DJ Semtex, born John Fairbanks, is an English DJ, author, radio DJ and presenter of Spotify's Who We Be podcast. Between 2002 and 2018, he was presenter for BBC Radio 1Xtra's weekly hip-hop show.

==Biography==
Due to complications from lymphangioma at the age of 16, DJ Semtex had an arm amputated. He did not confirm this until his 2016 autobiography and previously refused to answer questions on the subject.

He began his career by promoting parties in Manchester while playing at the city's music venues such as The Haçienda.

In 2002, DJ Semtex began hosting a Friday night show (21:00 to 23:00) on BBC Radio 1Xtra.

He was Dizzee Rascal's official tour DJ in 2008, a role in which he also performed video DJing and scratching with his mouth.

As an interviewer, he interviewed J. Cole shortly before the release of his debut album in 2010, DJ Khaled at his L.A. home in 2017, and conducted the only UK interview with Skepta upon the release of his album Konnichiwa. In 2009, Drake's first UK interview was with DJ Semtex; Drake had a follow-up interview with DJ Semtex that went viral and was covered by Rolling Stone, Billboard and The New Yorker. When Drake launched his ‘More Life’ project in London in early 2017, he discussed it with DJ Semtex.

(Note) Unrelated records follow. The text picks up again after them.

type floodDoc struct {
	Vessel       string        `json:"vessel"`
	VesselFile   string        `json:"vessel_file"`
	Compartment  string        `json:"compartment"`
	Permeability report.Num    `json:"permeability"`
	CapacityM3   report.Num    `json:"capacity_m3"`
	Hole         floodHoleDoc  `json:"hole"`
	PumpM3h      report.Num    `json:"pumps_m3h"`
	PumpsFrom    string        `json:"pumps_from"`
	Open         []string      `json:"open"`
	LimitS       report.Num    `json:"limit_s"`
	End          string        `json:"end"`
	EndS         report.Num    `json:"end_s"`
	EndReason    string        `json:"end_reason"`
	EqualiseS    *report.Num   `json:"equalise_s"`
	SteadyHeadM  report.Num    `json:"steady_head_m"`
	PumpsHold    bool          `json:"pumps_hold"`
	FinalWaterM3 report.Num    `json:"final_water_m3"`
	Events       []floodEvDoc  `json:"events"`
	Table        []floodRowDoc `json:"table"`
	Stages       []floodStDoc  `json:"stages"`
	StagesOfM3   report.Num    `json:"stages_of_m3"`
	Final        floodRowDoc   `json:"final"`
	LostBuoyancy *floodPosDoc  `json:"lost_buoyancy"`
	LBReason     string        `json:"lost_buoyancy_reason"`
	LBWaterM3    report.Num    `json:"lost_buoyancy_water_m3"`
	FinalDiffM   *report.Num   `json:"final_difference_m"`
	Trace        []floodRowDoc `json:"trace"`
	Solver       floodSolver   `json:"solver"`
	Version      string        `json:"heelwatch_version"`
}

type floodHoleDoc struct {
	AreaM2 report.Num `json:"area_m2"`
	XM     report.Num `json:"x_m"`
	YM     report.Num `json:"y_m"`
	ZM     report.Num `json:"z_m"`
	Cd     report.Num `json:"cd"`
	From   string     `json:"from"`
}

type floodEvDoc struct {
	Kind    string     `json:"kind"`
	Name    string     `json:"name"`
	TimeS   report.Num `json:"time_s"`
	WaterM3 report.Num `json:"water_m3"`
	Message string     `json:"message"`
}

type floodPosDoc struct {
	HeelDeg       report.Num `json:"heel_deg"`
	DraftAftM     report.Num `json:"draft_aft_m"`
	DraftMidM     report.Num `json:"draft_mid_m"`
	DraftFwdM     report.Num `json:"draft_fwd_m"`
	TrimM         report.Num `json:"trim_m"`
	GMM           report.Num `json:"gm_m"`
	DisplacementT report.Num `json:"displacement_t"`
	DeckEdgeM     report.Num `json:"deck_edge_m"`
	MarginLineM   report.Num `json:"margin_line_m"`
	LowestOpening *struct {
		Name    string     `json:"name"`
		HeightM report.Num `json:"height_m"`
	} `json:"lowest_opening"`
}

type floodRowDoc struct {
	TimeS     report.Num            `json:"time_s"`
	WaterM3   report.Num            `json:"water_m3"`
	InflowM3h report.Num            `json:"inflow_m3h"`
	PumpedM3h report.Num            `json:"pumped_m3h"`
	HeadM     report.Num            `json:"head_m"`
	SoundingM report.Num            `json:"sounding_m"`
	Event     string                `json:"event"`
	Position  *floodPosDoc          `json:"position"`
	NoEq      string                `json:"no_equilibrium"`
	Criteria  []report.CriterionDoc `json:"criteria,omitempty"`
}

type floodStDoc struct {
	Fraction report.Num            `json:"fraction"`
	WaterM3  report.Num            `json:"water_m3"`
	Reached  bool                  `json:"reached"`
	TimeS    *report.Num           `json:"time_s"`
	Position *floodPosDoc          `json:"position"`
	NoEq     string                `json:"no_equilibrium"`
	Criteria []report.CriterionDoc `json:"criteria"`
}

type floodSolver struct {
	Steps    int `json:"steps"`
	Rejected int `json:"rejected"`
	Solves   int `json:"solves"`
}

func posDoc(p *engine.Position) *floodPosDoc {
	if p == nil {
		return nil
	}
	d := &floodPosDoc{HeelDeg: report.Num(p.HeelDeg), DraftAftM: report.Num(p.DraftAftM), DraftMidM: report.Num(p.DraftMidM),
		DraftFwdM: report.Num(p.DraftFwdM), TrimM: report.Num(p.TrimM), GMM: report.Num(p.GMM), DisplacementT: report.Num(p.DisplacementT),
		DeckEdgeM: report.Num(p.DeckEdge.HeightM), MarginLineM: report.Num(p.MarginLine.HeightM)}
	if o, ok := lowestOpening(p); ok {
		d.LowestOpening = &struct {
			Name    string     `json:"name"`
			HeightM report.Num `json:"height_m"`
		}{o.Name, report.Num(o.HeightM)}
	}
	return d
}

His debut as an author, Hip Hop Raised Me (2016), was well received, with co-signs from Drake, Chance the Rapper, Ghostface Killah, and Redman. It has been translated into French, German and Italian.

In 2018, DJ Semtex announced he was leaving 1Xtra after 15 years working for the station and took his Friday night hip hop show to Capital XTRA.

Launched in early 2018, Semtex is the host of Spotify's bi-weekly Who We Be podcast. The show focuses on hip hop, British rap, grime, and Afrobeats, including interviews with musicians. Past guests include Joe Budden, Future, French Montana, Giggs, Dave, AJ Tracey, and Davido.

Chuck D has said "DJ Semtex is a "generator of generations."